▶ _Your objective_
Which lines of the entries hold the string "RouteRecordRaw"? Copy each one.

===== Listed entries =====

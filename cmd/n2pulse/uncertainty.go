package main

import (
	"context"
	"fmt"
	"io"
	"runtime"
	"strings"
	"text/tabwriter"

	"n2pulse/kinetics"
	"n2pulse/kinetics/design"
	"n2pulse/kinetics/study"
	"n2pulse/plots"
	"n2pulse/report"
	"n2pulse/units"
)

// uncertaintyMetrics are the figures of merit the run command prints a band for, with units.
var uncertaintyMetrics = []struct{ name, label, unit string }{
	{"energy_front_J", "pulse energy, output end", "J"},
	{"energy_total_J", "pulse energy, both ends", "J"},
	{"peak_power_W", "peak power, output end", "W"},
	{"fwhm_s", "FWHM", "s"},
}

// printUncertainty writes the bands of the headline figures of merit and the three constants
// that drive each most.
func printUncertainty(w io.Writer, r *study.UncertaintyResult) {
	fmt.Fprintf(w, "\nuncertainty: %d samples of the uncertain constants (Latin hypercube, seed %d)", r.Samples, r.Seed)
	if r.Failed > 0 {
		fmt.Fprintf(w, "; %d failed and are left out", r.Failed)
	}
	if r.Truncated > 0 {
		fmt.Fprintf(w, "; %d truncated (pulse outlasted the run)", r.Truncated)
	}
	if r.SeparatePulses > 0 {
		fmt.Fprintf(w, "; %d with separate pulses (their FWHM spans them)", r.SeparatePulses)
	}
	if r.IllConditionedFWHM > 0 {
		fmt.Fprintf(w, "; %d with an ill-conditioned FWHM (it may leap with a small change)", r.IllConditionedFWHM)
	}
	fmt.Fprintln(w)
	if len(r.Held) > 0 {
		fmt.Fprintf(w, "  held at the design's values, not sampled: %s\n", heldText(r.Held))
	}
	ok := r.Samples - r.Failed
	switch {
	case r.MayNotLase():
		fmt.Fprintf(w, "  MAY NOT LASE: %d of %d samples reach the lasing threshold; the band straddles it\n", r.Lasing, ok)
	case r.Lasing == 0:
		fmt.Fprintf(w, "  none of the %d samples reaches the lasing threshold\n", ok)
	default:
		fmt.Fprintf(w, "  all %d samples reach the lasing threshold\n", ok)
	}
	tw := tabwriter.NewWriter(w, 0, 0, 2, ' ', 0)
	fmt.Fprintln(tw, "figure\t5 %\tmedian\t95 %\tdriven most by (rank correlation)")
	for _, m := range uncertaintyMetrics {
		b, ok := r.Metric(m.name)
		if !ok {
			fmt.Fprintf(tw, "%s\t–\t–\t–\tundefined in most samples\n", m.label)
			continue
		}
		fmt.Fprintf(tw, "%s\t%s\t%s\t%s\t%s\n", m.label, units.Format(b.P05, m.unit), units.Format(b.P50, m.unit),
			units.Format(b.P95, m.unit), topDrivers(b.Drivers))
	}
	tw.Flush()
	fmt.Fprintln(w, "  the constants, their ranges and sources: package kinetics/design, Spreads (level constants with a published spread or an estimate's range)")
}

// uncertaintyJSON is the "uncertainty" block of run --json: samples, seed, the sampled
// constants, "held" (the constants the design pins, held at its values: study.HeldConstants), failed, truncated and lasing counts,
// separate_pulses and fwhm_ill_conditioned (samples with two or more pulses, with an ill-conditioned FWHM), may_not_lase (the samples straddle the
// threshold), "<figure>_p05", "<figure>_p50" and "<figure>_p95" for
// every numeric figure of merit with a band, and "drivers": per figure, the constants by
// decreasing |rank correlation|. nil gives nil (no block).
func uncertaintyJSON(r *study.UncertaintyResult) map[string]any {
	if r == nil {
		return nil
	}
	held := r.Held
	if held == nil {
		held = []string{}
	}
	out := map[string]any{"samples": r.Samples, "seed": r.Seed, "constants": r.Keys, "held": held,
		"failed": r.Failed, "truncated": r.Truncated, "lasing": r.Lasing,
		"separate_pulses": r.SeparatePulses, "fwhm_ill_conditioned": r.IllConditionedFWHM, "may_not_lase": r.MayNotLase()}
	drivers := map[string][]study.Driver{}
	for _, m := range r.Metrics {
		out[m.Metric+"_p05"], out[m.Metric+"_p50"], out[m.Metric+"_p95"] = m.P05, m.P50, m.P95
		drivers[m.Metric] = m.Drivers
	}
	out["drivers"] = drivers
	return out
}

// envelopeTimes is the number of times on which the output-power band of the pulse report is
// computed, spread evenly over the power panel's window.
const envelopeTimes = 400

// runUncertainty runs the uncertainty study of run --uncertainty: n samples of seed on one
// worker per CPU, each run with its share of the memory limit (0: the default). With
// envelope (the run writes --out), the samples also keep their output-end power for the band
// of the pulse report, on the window the report shows for the nominal shot r.
func runUncertainty(d *design.Design, r *kinetics.Result, n int, seed uint64, limit int64, envelope bool) (*study.UncertaintyResult, *study.Envelope, error) {
	if limit <= 0 {
		limit = kinetics.DefaultMemoryLimit
	}
	workers := runtime.NumCPU()
	share := limit / int64(workers)
	if !envelope {
		u, err := study.Uncertainty(context.Background(), d, n, seed, workers, study.MemoryRunner(share))
		return u, nil, err
	}
	lo, hi, err := plots.PowerWindow(r.Time, r.PowerFront, r.PowerRear)
	if err != nil {
		return nil, nil, err
	}
	grid := make([]float64, envelopeTimes)
	for k := range grid {
		grid[k] = lo + (hi-lo)*float64(k)/float64(envelopeTimes-1)
	}
	return study.UncertaintyEnvelope(context.Background(), d, n, seed, workers, share, grid)
}

// uncertaintySection is report.html's section on a run's uncertainty study: the sampling, the
// lasing verdict over the samples, and the band and drivers of the headline figures.
func uncertaintySection(u *study.UncertaintyResult, env *study.Envelope) report.Section {
	ok := u.Samples - u.Failed
	sec := report.Section{Heading: "Uncertainty bands"}
	sec.Paragraphs = append(sec.Paragraphs, fmt.Sprintf("%d samples of the uncertain constants (Latin hypercube, seed %d): %s. The constants, their ranges and sources are listed in package kinetics/design (Spreads).",
		u.Samples, u.Seed, strings.Join(u.Keys, ", ")))
	if len(u.Held) > 0 {
		sec.Paragraphs = append(sec.Paragraphs, "Held at the design's values, not sampled: "+heldText(u.Held)+".")
	}
	switch {
	case u.MayNotLase():
		sec.Warn = true
		sec.Paragraphs = append(sec.Paragraphs, fmt.Sprintf("MAY NOT LASE: %d of %d samples reach the lasing threshold; the band straddles it.", u.Lasing, ok))
	case u.Lasing == 0:
		sec.Warn = true
		sec.Paragraphs = append(sec.Paragraphs, fmt.Sprintf("None of the %d samples reaches the lasing threshold.", ok))
	default:
		sec.Paragraphs = append(sec.Paragraphs, fmt.Sprintf("All %d samples reach the lasing threshold.", ok))
	}
	if u.Failed > 0 || u.Truncated > 0 {
		sec.Warn = true
		sec.Paragraphs = append(sec.Paragraphs, fmt.Sprintf("%d samples failed and are left out; %d were truncated (their pulse outlasted the run, their figures are cut short).", u.Failed, u.Truncated))
	}
	if u.SeparatePulses > 0 || u.IllConditionedFWHM > 0 {
		sec.Paragraphs = append(sec.Paragraphs, fmt.Sprintf("%d samples made separate pulses (their FWHM spans them) and %d an ill-conditioned FWHM (it may leap with a small change): the FWHM band mixes such widths with single, steady ones.", u.SeparatePulses, u.IllConditionedFWHM))
	}
	if env != nil && env.Samples < u.Samples-u.Failed {
		sec.Paragraphs = append(sec.Paragraphs, fmt.Sprintf("The band of the output power in the pulse report is drawn from the first %d samples.", env.Samples))
	}
	t := &report.Table{Head: []string{"figure of merit", "5 %", "median", "95 %", "driven most by (rank correlation)"}}
	for _, m := range uncertaintyMetrics {
		b, found := u.Metric(m.name)
		if !found {
			t.Rows = append(t.Rows, []string{m.label, "–", "–", "–", "undefined in most samples"})
			continue
		}
		t.Rows = append(t.Rows, []string{m.label, units.Format(b.P05, m.unit), units.Format(b.P50, m.unit), units.Format(b.P95, m.unit), topDrivers(b.Drivers)})
	}
	sec.Table = t
	return sec
}

// topDrivers writes the three constants that drive a band most, "constant ρ, …", without the
// "levels." prefix.
func topDrivers(ds []study.Driver) string {
	var drv []string
	for _, d := range ds[:min(3, len(ds))] {
		drv = append(drv, fmt.Sprintf("%s %+.2f", strings.TrimPrefix(d.Key, "levels."), d.RankCorrelation))
	}
	return strings.Join(drv, ", ")
}

// heldText lists the held constants without the "levels." prefix and says why they are held.
func heldText(held []string) string {
	var ks []string
	for _, k := range held {
		ks = append(ks, strings.TrimPrefix(k, "levels."))
	}
	return strings.Join(ks, ", ") + " (given with --set, or in the design file at a value other than the default)"
}

// heldIf returns the constants d pins (study.HeldConstants) when a study samples (n > 0), else nil.
func heldIf(n int, d *design.Design) []string {
	if n <= 0 {
		return nil
	}
	return study.HeldConstants(d)
}
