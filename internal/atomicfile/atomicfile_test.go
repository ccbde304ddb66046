package atomicfile

import (
	"errors"
	"io"
	"os"
	"path/filepath"
	"testing"
)

func TestWriteFile(t *testing.T) {
	dir := t.TempDir()
	p := filepath.Join(dir, "a.txt")
	if err := WriteFile(p, []byte("one")); err != nil {
		t.Fatal(err)
	}
	if err := WriteFile(p, []byte("two")); err != nil {
		t.Fatal(err)
	}
	if b, _ := os.ReadFile(p); string(b) != "two" {
		t.Errorf("content %q", b)
	}
	if err := WriteFile(filepath.Join(dir, "missing", "b.txt"), nil); err == nil {
		t.Error("no error for a missing directory")
	}
	entries, _ := os.ReadDir(dir)
	if len(entries) != 1 {
		t.Errorf("left behind: %v", entries)
	}
}

type failing struct{}

func (failing) WriteTo(io.Writer) (int64, error) { return 0, errors.New("render failed") }

func TestWriteToKeepsOldFile(t *testing.T) {
	p := filepath.Join(t.TempDir(), "fig.png")
	os.WriteFile(p, []byte("old"), 0o644)
	if err := WriteTo(p, failing{}); err == nil {
		t.Fatal("no error")
	}
	if b, _ := os.ReadFile(p); string(b) != "old" {
		t.Errorf("old file changed to %q", b)
	}
}
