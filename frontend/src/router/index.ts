import { createRouter, createWebHistory, type RouteRecordRaw } from 'vue-router'
import { projectRoles } from '../api/types'
import { useAuthStore } from '../stores/auth'
import { decideAccess, type RouteRole } from './access'

declare module 'vue-router' {
  interface RouteMeta {
    /** Open without signing in. */
    public?: boolean
    /** Roles allowed in the route's project (global admins always pass). */
    roles?: readonly RouteRole[]
    title?: string
  }
}

const members = projectRoles

export const routes: RouteRecordRaw[] = [
  { path: '/', redirect: { name: 'projects' } },
  {
    path: '/sign-in',
    name: 'sign-in',
    component: () => import('../views/SignInView.vue'),
    meta: { public: true, title: 'Sign in' },
  },
  {
    path: '/projects',
    name: 'projects',
    component: () => import('../views/ProjectsView.vue'),
    meta: { title: 'Projects' },
  },
  {
    path: '/projects/:projectId',
    name: 'project',
    component: () => import('../views/ProjectHomeView.vue'),
    props: true,
    meta: { roles: members, title: 'Project' },
  },
  {
    path: '/projects/:projectId/holes/:holeId',
    name: 'hole',
    component: () => import('../views/HoleView.vue'),
    props: true,
    meta: { roles: members, title: 'Hole' },
  },
  {
    path: '/projects/:projectId/audit',
    name: 'audit',
    component: () => import('../views/AuditView.vue'),
    props: true,
    meta: { roles: ['engineer', 'lead'], title: 'Audit trail' },
  },
  {
    path: '/projects/:projectId/holes/:holeId/depth',
    name: 'hole-depth',
    component: () => import('../views/DepthView.vue'),
    props: true,
    meta: { roles: members, title: 'Depth view' },
  },
  {
    path: '/projects/:projectId/holes/:holeId/intervals/:intervalId',
    name: 'interval',
    component: () => import('../views/IntervalView.vue'),
    props: true,
    meta: { roles: members, title: 'Interval' },
  },
  {
    path: '/projects/:projectId/packs',
    name: 'packs',
    component: () => import('../views/PacksView.vue'),
    props: true,
    meta: { roles: members, title: 'Design packs' },
  },
  {
    path: '/ags-check',
    name: 'ags-check',
    component: () => import('../views/AgsCheckView.vue'),
    meta: { title: 'AGS4 file check' },
  },
  {
    path: '/admin/users',
    name: 'admin-users',
    component: () => import('../views/AdminUsersView.vue'),
    meta: { roles: ['admin'], title: 'Users' },
  },
  {
    path: '/admin/mailbox',
    name: 'dev-mailbox',
    component: () => import('../views/DevMailboxView.vue'),
    meta: { roles: ['admin'], title: 'Dev mailbox' },
  },
  {
    path: '/invitations/accept',
    name: 'accept-invitation',
    component: () => import('../views/AcceptInvitationView.vue'),
    meta: { public: true, title: 'Join' },
  },
  {
    path: '/forgot-password',
    name: 'forgot-password',
    component: () => import('../views/ForgotPasswordView.vue'),
    meta: { public: true, title: 'Forgot password' },
  },
  {
    path: '/reset-password',
    name: 'reset-password',
    component: () => import('../views/ResetPasswordView.vue'),
    meta: { public: true, title: 'New password' },
  },
  {
    path: '/:pathMatch(.*)*',
    name: 'not-found',
    component: () => import('../views/NotFoundView.vue'),
    meta: { title: 'Not found' },
  },
]

export const router = createRouter({
  history: createWebHistory(),
  routes,
  scrollBehavior: () => ({ top: 0 }),
})

router.beforeEach(async (to) => {
  const auth = useAuthStore()
  try {
    await auth.ensureLoaded()
  } catch {
    // Server unreachable: fall through as signed out; the sign-in page reports the failure.
  }
  return decideAccess(to, auth)
})

router.afterEach((to) => {
  document.title = to.meta.title ? `${to.meta.title} · Downdip` : 'Downdip'
})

=====

▶ _Written solution_
import { createRouter, createWebHistory, type RouteRecordRaw } from 'vue-router'
export const routes: RouteRecordRaw[] = [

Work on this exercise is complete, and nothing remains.